# Help with cis cabriolet boost



## MR. EUROTRASH (Feb 19, 2011)

So I have boosted my 88 cabriolet cis I just need to know what warm up regulator to get so it will stop leaning out... So what car do I get it off of and what year


----------



## MR. EUROTRASH (Feb 19, 2011)

Heeeelp jeered please the car is almost done


----------



## John Milner (Jul 20, 2005)

MR. EUROTRASH said:


> So I have boosted my 88 cabriolet cis I just need to know what warm up regulator to get so it will stop leaning out... So what car do I get it off of and what year


Volvo 240T

Audi 5000T


----------



## MR. EUROTRASH (Feb 19, 2011)

thanks man i appreciate that now i just have to find one 
:beer::banghead:


----------



## Glegor (Mar 31, 2008)

the audi 5000Q WUR is the more desireable unit, from what ive read..

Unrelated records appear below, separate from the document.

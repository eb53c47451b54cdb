/** Labels at the ends of curves: above the plot, beside it, or next to a mark within it, never one over another. */
import type { Chart, Curve } from './chart'
import { alongLine, type Box, clearest, costOf, obstaclesOf, type Spot } from './obstacles'
import type { Frame, Plot } from './plot'
import { rowsOf } from './rows'
import type { Point } from './sample'
import { spread } from './spread'
import { fitted, textWidth } from './text-width'

export interface Label {
  readonly tone: string
  /** Empty where only the note is set. */
  readonly name: string
  readonly note: string
  readonly anchor: 'start' | 'middle' | 'end'
  readonly x: number
  /** Upper edge. */
  readonly y: number
  /** From the label to the end of its curve, where they are apart. */
  readonly leader: readonly [x1: number, y1: number, x2: number, y2: number] | null
}

/** Line heights and sizes in units of the type. */
export const NAME_LINE = 1.2
export const NOTE_LINE = 1.1
export const NOTE_SIZE = 0.86
const GAP = 0.9
/** A line from the row above the plot to an end so far left of it would strike through the title of the axis. */
const UNDER_TITLE = 3
/** There is room for so much of a name, and less of it is no name. */
const LONGEST_NAME = 13
const SHORTEST_NAME = 5

function nameOf({ name }: Curve, { type }: Frame): string {
  return fitted(name, type, LONGEST_NAME * type)
}

export function labelHeight(label: Pick<Label, 'name' | 'note'>, type: number): number {
  return type * ((label.name ? NAME_LINE : 0) + (label.note ? NOTE_LINE : 0))
}

export function labelWidth(label: Pick<Label, 'name' | 'note'>, type: number): number {
  return Math.max(textWidth(label.name, type), textWidth(label.note, type * NOTE_SIZE))
}

type Drawn = Pick<Chart, 'curves' | 'spots' | 'now' | 'x' | 'references'>

/** `free` is where the row above the plot begins, right of the axis title. */
export function placeLabels(chart: Drawn, plot: Plot, frame: Frame, free: number): readonly Label[] {
  const ends = namedAbove(chart.curves, frame, free)
  const below = ends.filter(({ finish }) => plot.x(finish?.at[0] ?? 0) < free - UNDER_TITLE * frame.type)
  const above = topLabels(
    ends.filter((curve) => !below.includes(curve)),
    plot,
    frame,
    free,
  )
  const beside = frame.compact ? [] : rightLabels(chart.curves, plot, frame)
  const placed = [...above, ...beside]
  const inside = [
    ...spotWishes(chart, plot, frame),
    ...chart.curves.flatMap((curve) => insideWishes(curve, plot, frame, below.includes(curve))),
  ]
  const levels = levelWishes(chart, plot, frame)
  const spots = inside.length + levels.length > 0 ? obstaclesOf(chart, plot) : []
  const boxes = () => placed.map((label) => boxOf(label, frame.type))
  for (const wish of [...levels, ...inside]) placed.push(placeInside(wish, spots, plot, frame, boxes()))
  return frame.compact ? [...placed, ...withinRight(chart, plot, frame, boxes())] : placed
}

/** The curves that are named above the plot. On a phone that has no room for them all it is none: hue and dash are the key. */
export function namedAbove(curves: readonly Curve[], frame: Frame, free: number): readonly Curve[] {
  const ends = curves.filter((curve) => curve.finish?.edge === 'top')
  return frame.compact && roomAbove(ends, frame, free) < SHORTEST_NAME * frame.type ? [] : ends
}

/** For each label, where not all can have what they need. */
function roomAbove(ends: readonly Curve[], frame: Frame, free: number): number {
  const widths = ends.map((curve) => labelWidth(textsOf(curve, frame), frame.type))
  return sharedRoom(widths, frame.width - free - ends.length * GAP * frame.type)
}

function topLabels(ends: readonly Curve[], plot: Plot, frame: Frame, free: number): Label[] {
  const { type } = frame
  const room = roomAbove(ends, frame, free)
  const texts = ends.map((curve) => shortened(textsOf(curve, frame), room, type))
  const wishes = ends.map((curve, i) => ({
    middle: plot.x(curve.finish?.at[0] ?? 0),
    length: labelWidth(texts[i] ?? EMPTY, type) + GAP * type,
  }))
  const middles = spread(wishes, free, frame.width)
  return ends.map((curve, i) => {
    const x = middles[i] ?? 0
    const half = (wishes[i]?.length ?? 0) / 2 - GAP * type
    const target = wishes[i]?.middle ?? 0
    const y = plot.top - 0.9 * type - labelHeight(texts[i] ?? EMPTY, type)
    const foot = plot.top - 0.9 * type + 2
    const leader = [Math.max(x - half, Math.min(x + half, target)), foot, target, plot.top - 2] as const
    return { tone: toneOf(curve), ...(texts[i] ?? EMPTY), anchor: 'middle' as const, x, y, leader }
  })
}

/** The greatest width such that all fit when the longer ones are cut to it. */
function sharedRoom(widths: readonly number[], total: number): number {
  let left = total
  const ascending = [...widths].sort((one, other) => one - other)
  for (const [i, width] of ascending.entries()) {
    const share = left / (ascending.length - i)
    if (width > share) return share
    left -= width
  }
  return Number.POSITIVE_INFINITY
}

const EMPTY = { name: '', note: '' }

const toneOf = ({ tone, strong }: Curve): string => (strong ? tone : `${tone} quiet`)

/** What a curve is labelled with; on a phone its name alone. */
export function textsOf(curve: Curve, frame: Frame): { readonly name: string; readonly note: string } {
  return { name: nameOf(curve, frame), note: frame.compact ? '' : curve.note }
}

function shortened(text: { readonly name: string; readonly note: string }, room: number, type: number) {
  return { name: fitted(text.name, type, room), note: fitted(text.note, type * NOTE_SIZE, room) }
}

function rightLabels(curves: readonly Curve[], plot: Plot, frame: Frame): Label[] {
  const ends = curves.filter((curve) => curve.finish?.edge === 'right')
  const texts = ends.map((curve) => textsOf(curve, frame))
  const wishes = ends.map((curve, i) => ({
    middle: plot.y(curve.finish?.at[1] ?? 0),
    length: labelHeight(texts[i] ?? EMPTY, frame.type) + 4,
  }))
  const middles = spread(wishes, plot.top - frame.type, plot.bottom)
  return ends.map((curve, i) => {
    const length = wishes[i]?.length ?? 0
    const [middle, target] = [middles[i] ?? 0, wishes[i]?.middle ?? 0]
    const x = plot.right + 0.9 * frame.type
    const leader = Math.abs(middle - target) > length / 3 ? ([x - 3, middle, plot.right + 2, target] as const) : null
    const texted = texts[i] ?? EMPTY
    return { tone: toneOf(curve), ...texted, anchor: 'start' as const, x, y: middle - length / 2 + 2, leader }
  })
}

/** Worth of a pixel between a name and the end of its curve. Tuned by eye. */
const AWAY = 0.5

/** Without room beside the plot: right-aligned within it, in the order of the ends. */
function withinRight(chart: Drawn, plot: Plot, frame: Frame, taken: readonly Box[]): Label[] {
  const { type } = frame
  const ends = chart.curves
    .filter((curve) => curve.finish?.edge === 'right')
    .map((curve) => ({ curve, texts: textsOf(curve, frame), at: plot.y(curve.finish?.at[1] ?? 0) }))
    .sort((one, other) => one.at - other.at)
  if (ends.length === 0) return []
  const right = plot.right - 0.7 * type
  const widest = Math.max(...ends.map(({ texts }) => labelWidth(texts, type)))
  const spots = obstaclesOf(chart, plot).filter(([x]) => x > right - widest - type)
  const rows = ends.map(({ texts, at }) => {
    const [width, height] = [labelWidth(texts, type), labelHeight(texts, type)]
    const cost = (y: number) =>
      AWAY * Math.abs(y + height / 2 - at) + costOf({ x: right - width, y, width, height }, spots, taken, plot)
    return { height, cost }
  })
  const edges = rowsOf(rows, plot.top, plot.bottom)
  return ends.map(({ curve, texts }, i) => {
    return { tone: toneOf(curve), ...texts, anchor: 'end' as const, x: right, y: edges[i] as number, leader: null }
  })
}

interface InsideWish {
  readonly tone: string
  readonly name: string
  readonly note: string
  /** Where the label may be, the best places first; `of` is where its curve is. */
  readonly places: (width: number, height: number) => readonly Place[]
  /** The point from which a line leads to a label that has no room beside it. */
  readonly from?: Spot
}

interface Place extends Box {
  readonly of: number
}

/**
 * Ends within the plot, the line of a rip, and what is named along its way.
 * `below`: it leaves at the top, where the title of the axis stands.
 */
function insideWishes(curve: Curve, plot: Plot, frame: Frame, below: boolean): InsideWish[] {
  const { finish, asymptote } = curve
  const [tone, texts] = [toneOf(curve), textsOf(curve, frame)]
  const wishes: InsideWish[] = []
  if (finish?.edge === 'along') wishes.push({ tone, ...texts, places: alongCurve(curve, plot, frame) })
  else if (finish && (below || finish.edge === 'inside'))
    wishes.push({
      tone,
      ...texts,
      places: besidePoint(finish.at, plot, frame),
      ...(below ? { from: spotOf(finish.at, plot) } : {}),
    })
  if (asymptote !== null) {
    const places = besidePoint([asymptote.at, Number.POSITIVE_INFINITY], plot, frame)
    wishes.push({ tone, name: '', note: asymptote.label, places })
  }
  return wishes
}

function spotWishes({ spots }: Drawn, plot: Plot, frame: Frame): InsideWish[] {
  const named = spots.filter(({ label }) => label !== '')
  return named.map(({ tone, at, label }) => {
    return { tone, name: '', note: label, places: besidePoint(at, plot, frame), from: spotOf(at, plot) }
  })
}

/** Words at a line across the figure, above or below it, from the right. */
function levelWishes({ references }: Drawn, plot: Plot, { type, compact }: Frame): InsideWish[] {
  const named = references.filter(({ axis, label }) => axis === 'y' && label !== '')
  return named.map(({ at, label, short = label }) => {
    const places = (width: number, height: number) => {
      const room = plot.right - plot.left - width - 0.8 * type
      const rows = [plot.y(at) - height - 0.15 * type, plot.y(at) + 0.15 * type]
      const steps = Array.from(
        { length: LEVEL_STEPS + 1 },
        (_, i) => plot.right - 0.4 * type - width - (room * i) / LEVEL_STEPS,
      )
      return steps.flatMap((x) => rows.map((y) => ({ x, y, width, height, of: x })))
    }
    return { tone: 'part-level', name: '', note: compact ? short : label, places }
  })
}

/** So many places along the line are tried. */
const LEVEL_STEPS = 24

const spotOf = ([x, y]: Point, plot: Plot): Spot => [plot.x(x), plot.y(y)]

function placeInside(wish: InsideWish, spots: readonly Spot[], plot: Plot, frame: Frame, taken: readonly Box[]): Label {
  const { tone, name, note } = wish
  const places = wish.places(labelWidth(wish, frame.type), labelHeight(wish, frame.type))
  const best = clearest(places, spots, taken, { ...plot, right: frame.width })
  const anchor: Label['anchor'] = best.x + best.width / 2 < best.of ? 'end' : 'start'
  const leader = wish.from ? leaderOf(wish.from, best, frame.type) : null
  return { tone, name, note, anchor, x: anchor === 'end' ? best.x + best.width : best.x, y: best.y, leader }
}

/** Farther away than this many units of type nobody would know what a label is of. */
const APART = 1

function leaderOf([x, y]: Spot, box: Box, type: number): Label['leader'] {
  const nearX = Math.max(box.x, Math.min(box.x + box.width, x))
  const nearY = Math.max(box.y, Math.min(box.y + box.height, y))
  return Math.hypot(nearX - x, nearY - y) > APART * type ? [nearX, nearY, x, y] : null
}

/** A label may be so many steps from its end. */
const FARTHEST_STEP = 14

/** To the right and to the left of the end, at ever larger distances up or down. */
function besidePoint(at: Point, plot: Plot, { type }: Frame): InsideWish['places'] {
  const steps = Array.from({ length: 2 * FARTHEST_STEP + 1 }, (_, i) => (i % 2 === 0 ? i / 2 : -(i + 1) / 2))
  const of = plot.x(at[0])
  return (width, height) => {
    const y = at[1] === Number.POSITIVE_INFINITY ? plot.top + 0.4 * type : plot.y(at[1]) - height - 0.3 * type
    return steps.flatMap((step) =>
      [of + 0.7 * type, of - 0.7 * type - width, of - width / 2].map((x) => ({
        x,
        y: y - step * 0.8 * type,
        width,
        height,
        of,
      })),
    )
  }
}

/** Parts of the visible curve at which it may be named, the best first. */
const PARTS = [0.6, 0.7, 0.5, 0.8, 0.4, 0.3, 0.9, 0.2, 0.1]

/** Close above or below the curve. */
function alongCurve({ segments }: Curve, plot: Plot, { type }: Frame): InsideWish['places'] {
  const way = alongLine(segments.flat().map(([x, y]) => [plot.x(x), plot.y(y)] as const))
  const gap = 0.35 * type
  return (width, height) =>
    PARTS.flatMap((part) => {
      const [of, y] = way[Math.floor(part * (way.length - 1))] ?? [0, 0]
      const rows = [y - height - gap, y + gap]
      return rows.flatMap((top) =>
        [of - width / 2, of + gap, of - width - gap].map((x) => ({ x, y: top, width, height, of: x + width / 2 })),
      )
    })
}

function boxOf(label: Label, type: number): Box {
  const width = labelWidth(label, type)
  const shift = { start: 0, middle: width / 2, end: width }[label.anchor]
  return { x: label.x - shift, y: label.y, width, height: labelHeight(label, type) }
}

isnt an 88 cabby running digifant factory, and if not digi, then doesnt it have CIS-E?

neither one of those fuel systems use a WUR..

is the fuel dizzy cast iron, or aluminum?

to do what you want to do, you need CIS-Lambda..


----------



## cuppie (May 4, 2005)

According to my memory (and, my Bentley backs me up on this): 
Cabbies never has CIS-E. And, they didn't get Digi until 1990. 
Up thru '89 (and, at least back to '85), they were CIS-Lambda.


----------



## anlxn (Oct 18, 2009)

cuppie said:


> According to my memory (and, my Bentley backs me up on this):
> Cabbies never has CIS-E. And, they didn't get Digi until 1990.
> Up thru '89 (and, at least back to '85), they were CIS-Lambda.


 your right:thumbup:


----------



## Glegor (Mar 31, 2008)

ive messed with 2 88 cabbys in my life, and i know FOR POSITIVE, that atleast one had digifant 2. 

appeared to be factory.. could have been a swap i guess..


----------